• _WORK REQUEST_
If a line contains "the site drains;", it is the last one to write out; begin with the first line of the records and copy each exactly.

____

"""Read a water-sample CSV (one row per sample) for `denude calibrate`.

Columns (header names, case-insensitive; others are ignored):

* ``site_id`` (required): the sampling site; several rows of one site are its repeat samples;
* ``zone_id``, or ``x`` and ``y`` in the zone file's CRS: the zone the site drains;
* ``temperature_c`` (degrees C, 0-90), ``ca_mg_l``, ``mg_mg_l``, ``so4_mg_l`` (mg/L, >= 0);
* alkalinity as ``alkalinity_mg_l_hco3`` or ``alkalinity_mg_l_caco3`` (mg/L; one of the two
  columns; a cell may be empty);
* ``ph`` (optional; empty cells allowed);
* ``runoff_mm_per_yr`` (mm/yr), or ``discharge_l_s`` (L/s) or ``discharge_m3_s`` (m3/s), at
  least one per row (runoff wins when both are given).

Every problem raises ``InputError`` with one line naming the file, the row (1 = header), the
column, the value and the fix.
"""

from __future__ import annotations

import csv
from dataclasses import dataclass
from pathlib import Path

import numpy as np

from denude.errors import InputError

REQUIRED = ("site_id", "temperature_c", "ca_mg_l", "mg_mg_l", "so4_mg_l")
ALKALINITY_COLUMNS = {"alkalinity_mg_l_hco3": "hco3", "alkalinity_mg_l_caco3": "caco3"}
FLOW_COLUMNS = ("runoff_mm_per_yr", "discharge_l_s", "discharge_m3_s")
#: Plausible ranges: (low, high, unit) of each numeric column.
RANGES = {
    "temperature_c": (0.0, 90.0, "degrees C"),
    "ca_mg_l": (0.0, 1000.0, "mg/L"),
    "mg_mg_l": (0.0, 1000.0, "mg/L"),
    "so4_mg_l": (0.0, 5000.0, "mg/L"),
    "alkalinity_mg_l_hco3": (0.0, 5000.0, "mg/L as HCO3"),
    "alkalinity_mg_l_caco3": (0.0, 5000.0, "mg/L as CaCO3"),
    "ph": (0.0, 14.0, "pH units"),
    "runoff_mm_per_yr": (0.0, 20000.0, "mm/yr"),
    "discharge_l_s": (0.0, 1e9, "L/s"),
    "discharge_m3_s": (0.0, 1e6, "m3/s"),
    "x": (-np.inf, np.inf, "zone CRS units"),
    "y": (-np.inf, np.inf, "zone CRS units"),
}


@dataclass
class SampleTable:
    """Samples as arrays (one entry per row); NaN where a cell was empty."""

    path: Path
    site_id: np.ndarray          # str objects
    zone_id: np.ndarray | None   # str objects, or None when located by x/y
    x: np.ndarray | None
    y: np.ndarray | None
    temperature_c: np.ndarray
    ca_mg_l: np.ndarray
    mg_mg_l: np.ndarray
    so4_mg_l: np.ndarray
    alkalinity_mg_l: np.ndarray
    alkalinity_as: str           # "hco3" or "caco3"
    ph: np.ndarray
    runoff_mm_per_yr: np.ndarray
    discharge_l_s: np.ndarray
    rows: np.ndarray             # CSV row number of each sample (header = 1)

    def __len__(self) -> int:
        return len(self.site_id)


def _number(path, row, column, text, required):
    text = (text or "").strip()
    if not text:
        if required:
            raise InputError(f"{path}: row {row}: column {column!r} is empty; give a number in {RANGES[column][2]}")
        return float("nan")
    try:
        value = float(text)
    except ValueError:
        raise InputError(f"{path}: row {row}: column {column!r} value {text!r} is not a number; give a number in {RANGES[column][2]}") from None
    low, high, unit = RANGES[column]
    if not np.isfinite(value) or not (low <= value <= high):
        raise InputError(f"{path}: row {row}: column {column!r} value {text!r} is outside {low:g}-{high:g} {unit}; check the units")
    return value


def read_samples(path) -> SampleTable:
    """Read and check a sample CSV (module docstring)."""
    path = Path(path)
    try:
        handle = open(path, newline="", encoding="utf-8-sig")
    except OSError as exc:
        raise InputError(f"{path}: cannot read the sample file ({exc.strerror or exc}); give the path of a CSV file") from None
    with handle:
        reader = csv.reader(handle)
        try:
            header = next(reader)
        except StopIteration:
            raise InputError(f"{path}: the sample file is empty; give a CSV with a header row (site_id, zone_id, ...)") from None
        except csv.Error as exc:
            raise InputError(f"{path}: row 1: not a readable CSV ({exc})") from None
        names, col, alk, flows = _check_header(path, header)
        by_xy = "zone_id" not in col
        values = {k: [] for k in ("site_id", "zone_id", "x", "y", "temperature_c", "ca_mg_l", "mg_mg_l", "so4_mg_l",
                                  "alk", "ph", "runoff_mm_per_yr", "discharge_l_s", "row")}
        row = 1
        try:
            for cells in reader:
                row += 1
                if not any(c.strip() for c in cells):
                    continue
                if len(cells) > len(names):
                    raise InputError(f"{path}: row {row}: {len(cells)} values but {len(names)} columns; check the separators")
                cells = cells + [""] * (len(names) - len(cells))
                _read_row(path, row, {name: cells[i] for name, i in col.items()}, by_xy, alk, flows, values)
        except csv.Error as exc:
            raise InputError(f"{path}: row {row}: not a readable CSV ({exc})") from None
    if not values["site_id"]:
        raise InputError(f"{path}: no sample rows; give at least one sample under the header")
    f = lambda k: np.asarray(values[k], dtype=np.float64)  # noqa: E731
    return SampleTable(
        path=path, site_id=np.asarray(values["site_id"], dtype=object),
        zone_id=None if by_xy else np.asarray(values["zone_id"], dtype=object),
        x=f("x") if by_xy else None, y=f("y") if by_xy else None,
        temperature_c=f("temperature_c"), ca_mg_l=f("ca_mg_l"), mg_mg_l=f("mg_mg_l"), so4_mg_l=f("so4_mg_l"),
        alkalinity_mg_l=f("alk"), alkalinity_as=ALKALINITY_COLUMNS[alk[0]], ph=f("ph"),
        runoff_mm_per_yr=f("runoff_mm_per_yr"), discharge_l_s=f("discharge_l_s"),
        rows=np.asarray(values["row"], dtype=np.int64),
    )


def _check_header(path, header):
    """(column names, {name: index}, [the alkalinity column], flow columns present) of a checked
    header row: no duplicates, the required columns, zone_id or x,y, one alkalinity column and
    a runoff or discharge column."""
    names = [h.strip().lower() for h in header]
    dup = sorted({n for n in names if n and names.count(n) > 1})
    if dup:
        raise InputError(f"{path}: row 1: column {dup[0]!r} appears twice; keep one")
    col = {n: i for i, n in enumerate(names)}
    missing = [c for c in REQUIRED if c not in col]
    if missing:
        raise InputError(f"{path}: row 1: missing column(s) {', '.join(missing)}; the header needs "
                         f"{', '.join(REQUIRED)}, zone_id or x,y, an alkalinity column and runoff or discharge")
    if "zone_id" not in col and not ("x" in col and "y" in col):
        raise InputError(f"{path}: row 1: no zone_id column and no x,y columns; give the zone each site drains")
    alk = [c for c in ALKALINITY_COLUMNS if c in col]
    if len(alk) != 1:
        raise InputError(f"{path}: row 1: give exactly one of the columns alkalinity_mg_l_hco3, alkalinity_mg_l_caco3 "
                         f"(found {', '.join(alk) or 'none'})")
    flows = [c for c in FLOW_COLUMNS if c in col]
    if not flows:
        raise InputError(f"{path}: row 1: no runoff_mm_per_yr, discharge_l_s or discharge_m3_s column; give one")
    return names, col, alk, flows


def _read_row(path, row: int, cells: dict, by_xy: bool, alk, flows, values: dict) -> None:
    """Check one sample row ({column: text}) and append its values to the lists in ``values``."""

    def get(name):
        return cells.get(name, "")

    site = get("site_id").strip()
    if not site:
        raise InputError(f"{path}: row {row}: column 'site_id' is empty; give every sample its site")
    values["site_id"].append(site)
    if by_xy:
        values["x"].append(_number(path, row, "x", get("x"), True))
        values["y"].append(_number(path, row, "y", get("y"), True))
    else:
        zone = get("zone_id").strip()
        if not zone:
            raise InputError(f"{path}: row {row}: column 'zone_id' is empty; give the zone the site drains")
        values["zone_id"].append(zone)
    for name in ("temperature_c", "ca_mg_l", "mg_mg_l", "so4_mg_l"):
        values[name].append(_number(path, row, name, get(name), True))
    values["alk"].append(_number(path, row, alk[0], get(alk[0]), False))
    values["ph"].append(_number(path, row, "ph", get("ph"), False))
    runoff = _number(path, row, "runoff_mm_per_yr", get("runoff_mm_per_yr"), False)
    q_l_s = _number(path, row, "discharge_l_s", get("discharge_l_s"), False)
    q_m3_s = _number(path, row, "discharge_m3_s", get("discharge_m3_s"), False)
    if np.isnan(q_l_s) and not np.isnan(q_m3_s):
        q_l_s = q_m3_s * 1000.0
    if np.isnan(runoff) and np.isnan(q_l_s):
        raise InputError(f"{path}: row {row}: no runoff or discharge value; fill {' or '.join(flows)}")
    values["runoff_mm_per_yr"].append(runoff)
    values["discharge_l_s"].append(q_l_s)
    values["row"].append(row)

____

• _YOUR SOLUTION_
"""Read a water-sample CSV (one row per sample) for `denude calibrate`.

Columns (header names, case-insensitive; others are ignored):

* ``site_id`` (required): the sampling site; several rows of one site are its repeat samples;
* ``zone_id``, or ``x`` and ``y`` in the zone file's CRS: the zone the site drains;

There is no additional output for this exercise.